Task | Line by line, return the data exactly as shown.

[Dataset entries]

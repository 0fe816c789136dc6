"""The run record: run directory, HDF5 checkpoint, XYZ trajectory, progress lines, report,
plots, result.json, and SMILES start geometries."""

from .checkpoint import CheckpointData, CheckpointWriter, load_checkpoint
from .progress import ProgressWriter, log_settings
from .report import render_report
from .results import RESULT_KEYS, result_dict, to_jsonable
from .run import RunDirectory
from .smiles import geometry_from_smiles
from .trajectory import TrajectoryWriter, parse_comment

__all__ = ["CheckpointData", "CheckpointWriter", "load_checkpoint", "ProgressWriter",
           "log_settings", "render_report", "RESULT_KEYS", "result_dict", "to_jsonable",
           "RunDirectory", "TrajectoryWriter", "parse_comment", "geometry_from_smiles"]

Solution for this task |
repository 0fe816c789136dc6
"""The run record: run directory, HDF5 checkpoint, XYZ trajectory, progress lines, report,
plots, result.json, and SMILES start geometries."""

from .checkpoint import CheckpointData, CheckpointWriter, load_checkpoint
from .progress import ProgressWriter, log_settings
from .report import render_report
from .results import RESULT_KEYS, result_dict, to_jsonable
from .run import RunDirectory
from .smiles import geometry_from_smiles
from .trajectory import TrajectoryWriter, parse_comment

__all__ = ["CheckpointData", "CheckpointWriter", "load_checkpoint", "ProgressWriter",
           "log_settings", "render_report", "RESULT_KEYS", "result_dict", "to_jsonable",
           "RunDirectory", "TrajectoryWriter", "parse_comment", "geometry_from_smiles"]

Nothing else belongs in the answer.